GM redesigned their truck line mid-year in 1955, and soon offered the Powr-Pak as a factory-installed option; this reduced the purchase price and increased the number of sales by the dealerships. GMC was first in 1956, and Chevrolet followed in 1957, assigning it a Regular Production Option number (RPO 690). The 1957 Chevrolet and GMC 3100 4×4 price was a bargain at $2549.00 compared to the earlier add on kits.

==1960 GM Produces Its Own 4x4==
GM redesigned their truck line again in 1960, this time with an Independent Front Suspension (IFS) that wasn't compatible with the existing Powr-Pak kits.[1] So, GM began producing their own 4x4 design in-house, and parted ways with NAPCO.

Losing that much business was devastating.

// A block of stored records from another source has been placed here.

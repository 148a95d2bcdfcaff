package table

import (
	"regexp"
	"strings"
	"unicode"

	"phaselag/data/unit"
)

// meaning is what a heading's name says.
type meaning struct {
	concept Concept
	modulus string // "shear" or "young" where the name says so, else ""
	angular bool   // an angular frequency
	// amplitude is "zero to peak", "peak to peak" or "rms" where the name says so.
	amplitude string
}

// amplitudes are the ways in which headings say what kind of amplitude is meant.
var amplitudes = []struct {
	kind    string
	pattern *regexp.Regexp
}{
	{"peak to peak", regexp.MustCompile(`(?i)(\bpeak[-_ ]?(to[-_ ]?)?peak\b|\bpk[-_ ]?pk\b|\bp[-/]p\b|\bdouble amplitude\b)`)},
	{"zero to peak", regexp.MustCompile(`(?i)(\bzero[-_ ]?to[-_ ]?peak\b|\b0[-/ ]?p\b|\bsingle amplitude\b)`)},
	{"rms", regexp.MustCompile(`(?i)\brms\b`)},
}

// recognize understands a heading's name without its unit.
func recognize(name string) (meaning, bool) {
	for _, a := range amplitudes {
		if at := a.pattern.FindStringIndex(name); at != nil {
			rest := strings.Trim(name[:at[0]]+" "+name[at[1]:], " ,-_()")
			m, ok := recognizeName(rest)
			m.amplitude = a.kind
			return m, ok
		}
	}
	return recognizeName(name)
}

var primes = strings.NewReplacer(
	"′", "'", "’", "'", "‘", "'", "´", "'", "`", "'", "ʹ", "'", "ʼ", "'",
	"″", "''", "”", "''", "“", "''", "ʺ", "''", "\"", "''",
	"∗", "*", "⋆", "*", "＊", "*", "ɷ", "ω", "ϖ", "ω", "∣", "|", "¦", "|", "ǀ", "|",
	"Â´", "'", "Î´", "δ", "Ï‰", "ω", "Î³", "γ", "Îµ", "ε", "Î·", "η",
)

func recognizeName(name string) (meaning, bool) {
	s := strings.TrimSpace(primes.Replace(name))
	if m, ok := symbol(s); ok {
		return m, ok
	}
	if m, ok := words(s); ok {
		return m, ok
	}
	// A symbol beside its words: "Storage modulus G'", "G' (storage modulus)".
	tokens := strings.FieldsFunc(s, func(r rune) bool {
		return r == ' ' || r == ',' || r == ':' || r == '(' || r == ')' || r == '[' || r == ']' || r == '_'
	})
	if len(tokens) < 2 {
		return meaning{}, false
	}
	last := len(tokens) - 1
	for _, split := range [][2]string{
		{tokens[last], strings.Join(tokens[:last], " ")},
		{tokens[0], strings.Join(tokens[1:], " ")},
		{strings.Join(tokens[last-1:], " "), strings.Join(tokens[:last-1], " ")},
		{strings.Join(tokens[:2], " "), strings.Join(tokens[2:], " ")},
	} {
		a, ok := symbol(split[0])
		if !ok {
			continue
		}
		if b, ok := words(split[1]); ok && a.concept == b.concept {
			a.angular = a.angular || b.angular
			if a.modulus == "" {
				a.modulus = b.modulus
			}
			return a, true
		}
	}
	return meaning{}, false
}

// symbol looks s up among the symbols, in which capitals count.
func symbol(s string) (meaning, bool) {
	s = strings.NewReplacer(" ", "", "_", "", "\u00a0", "").Replace(s)
	s = strings.ReplaceAll(s, "delta", "δ")
	if s == "δ" {
		return meaning{concept: Phase}, true
	}
	for _, v := range vocabulary {
		for _, sym := range v.symbols {
			if s != sym {
				continue
			}
			m := meaning{concept: v.name}
			if v.quantity == unit.Modulus && v.name != Stress {
				switch strings.ToUpper(strings.Trim(sym, "|"))[0] {
				case 'G':
					m.modulus = "shear"
				case 'E':
					m.modulus = "young"
				}
			}
			m.angular = v.name == Frequency && sym != "f"
			return m, true
		}
	}
	return meaning{}, false
}

// words looks s up among the words, in which capitals, blanks, hyphens and
// underscores do not count. Words for the kind of strain say which modulus is
// meant and are taken off.
func words(s string) (meaning, bool) {
	var m meaning
	var kept []string
	fields := strings.FieldsFunc(strings.ToLower(s), func(r rune) bool {
		return unicode.IsSpace(r) || r == '_' || r == '-' || r == '.'
	})
	for _, w := range fields {
		switch w {
		case "shear":
			m.modulus = "shear"
		case "tensile", "young's", "youngs", "young", "compressive", "elongational", "flexural":
			m.modulus = "young"
		case "average", "avg", "measured":
		default:
			kept = append(kept, w)
		}
	}
	joined := strings.Join(kept, "")
	if joined == "" {
		return meaning{}, false
	}
	for _, v := range vocabulary {
		for _, w := range v.words {
			if joined == w {
				m.concept = v.name
				m.angular = v.name == Frequency && (strings.HasPrefix(w, "ang") || strings.HasPrefix(w, "circ"))
				return m, true
			}
		}
	}
	return meaning{}, false
}

// Column says how one column was understood.
type Column struct {
	Heading string  // as it stands in the file; "column 3" where there is none
	Line    int     // of the heading, 0 if there is none
	Place   int     // of the heading in its line, in characters from 1
	Concept Concept // "" if not understood
	Modulus string  // "shear" or "young" where the heading says so, else ""
	Angular bool    // the heading speaks of an angular frequency
	// Amplitude is "zero to peak", "peak to peak" or "rms" where the heading says so,
	// else "".
	Amplitude string
	// UnitText is the unit as written, "" if there is none.
	UnitText string
	// Unit is valid if HasUnit; a loss factor without a unit has the unit 1.
	Unit    unit.Unit
	HasUnit bool
	// Derived marks the column in which the blocks of a wide table differ; the file has
	// no such column.
	Derived bool

	base string // the heading without what a wide table's block is of, "" if it has no such part
}

// name is what headings of the same column in several blocks have in common.
func (col Column) name() string {
	if col.base != "" {
		return col.base
	}
	return col.Heading
}

// understand reads a heading. A unit is split off only if what is left is
// understood, so that unknown headings keep their text.
func understand(heading string) Column {
	col := Column{Heading: heading}
	set := func(m meaning, unitText string) Column {
		col.Concept, col.Modulus, col.Angular, col.Amplitude = m.concept, m.modulus, m.angular, m.amplitude
		col.setUnit(unitText)
		return col
	}
	var foreign *Column // understood, but with a unit of something else
	for _, c := range candidates(heading) {
		m, ok := recognize(c.name)
		if !ok {
			continue
		}
		try := set(m, c.unit)
		if try.HasUnit || c.unit == "" {
			return try
		}
		if foreign == nil && (c.sure || len(unit.Known(c.unit)) > 0) {
			foreign = &try
		}
	}
	if foreign != nil {
		return *foreign
	}
	return Column{Heading: heading}
}

// setUnit finds the unit among those of the concept's quantity. The eta of a
// loss factor with a unit of viscosity is a complex viscosity. "1/s" is rad/s
// for an angular frequency and Hz for the other one.
func (col *Column) setUnit(text string) {
	col.UnitText, col.HasUnit, col.Unit = text, false, unit.Unit{}
	q := col.Concept.Quantity()
	if q == "" {
		return
	}
	if text == "" {
		if col.Concept == LossFactor {
			col.Unit, col.HasUnit = unit.Lookup("1", unit.Relative)
		}
		return
	}
	if col.Concept == Frequency {
		switch strings.NewReplacer(" ", "", "^", "", "⁻¹", "-1", "−", "-").Replace(text) {
		case "1/s", "s-1", "/s":
			text = "Hz"
			if col.Angular {
				text = "rad/s"
			}
		}
		// "ω / Hz" contradicts itself, and the factor 2π is too much to guess.
		if u, ok := unit.Lookup(text, q); ok && col.Angular && !strings.Contains(u.Symbol, "rad") {
			return
		}
	}
	if col.Concept == LossFactor {
		if _, ok := unit.Lookup(text, unit.Viscosity); ok {
			col.Concept, q = ComplexViscosity, unit.Viscosity
		}
	}
	col.Unit, col.HasUnit = unit.Lookup(text, q)
}

type candidate struct {
	name, unit string
	sure       bool // the form says that this is a unit, whatever it is
}

// candidates lists the ways to part a heading into a name and a unit, the
// heading as a whole first.
func candidates(heading string) []candidate {
	h := strings.TrimSpace(heading)
	if len(h) > 200 {
		return nil
	}
	list := []candidate{{name: h}}
	// "G' [MPa]", "G' (MPa)"
	if n := len(h); n > 2 && (h[n-1] == ']' || h[n-1] == ')') {
		opening := map[byte]string{']': "[", ')': "("}[h[n-1]]
		if i := strings.LastIndex(h, opening); i > 0 {
			list = append(list, candidate{strings.TrimRight(h[:i], " ,/"), strings.TrimSpace(h[i+1 : n-1]), true})
			// "ω / (rad/s)" and "G(t) (Pa)" are parted here, too.
		}
	}
	// "G' / MPa", "ω / rad/s": the first slash that works.
	for i := range h {
		if h[i] == '/' && i > 0 {
			list = append(list, candidate{strings.TrimSpace(h[:i]), strings.Trim(strings.TrimSpace(h[i+1:]), "()[]"), true})
		}
	}
	// "frequency, Hz", "frequency in Hz"
	for _, sep := range []string{", ", " in ", "; "} {
		if i := strings.LastIndex(h, sep); i > 0 {
			list = append(list, candidate{strings.TrimSpace(h[:i]), strings.TrimSpace(h[i+len(sep):]), sep == ", "})
		}
	}
	// "storage_modulus_MPa", "angular_frequency_rad_s", "Frequency Hz"
	tokens := strings.FieldsFunc(h, func(r rune) bool { return r == '_' || r == ' ' })
	for n := 1; n <= 4 && n < len(tokens); n++ {
		name := strings.Join(tokens[:len(tokens)-n], " ")
		suffix := tokens[len(tokens)-n:]
		u := strings.ReplaceAll(strings.Join(suffix, "/"), "/per/", "/")
		list = append(list, candidate{name, u, false})
	}
	return list
}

NAPCO continued making 4x4 kits for a few more years, then refocused on heavy-duty trucks, 1 1/2 tons and larger. Eventually, NAPCO sold the rights to their 4x4 business to Dana, a manufacturer of transfer cases and Spicer brand driveline components. All the archives, documentation and parts were all absorbed by DANA, who originally produced the transfer case for the Powr-Pak.

==Epilogue==
60 years later, NAPCO trucks are still considered durable and very versatile, and are highly desired collectibles. The exact number of Powr-Paks sold for all the brands is uncertain, but is thought to be under 2,000 (NAPCO record-keeping wasn't precise).

== Other early 4×4 manufacturers (factory and conversion kits)==
- Marmon-Herrington in Indianapolis equipped 1940s and 1950s Ford pickup trucks with 4 wheel drive.
- Willys Overland along with Ford built the Willys MB Jeep working from designs by the American Bantam Car Company. After W.W.II, Willys-Overland built the CJ series and Willys Wagons, among others.
- Chrysler Motor Corporation's Dodge Trucks World War II Power Wagon.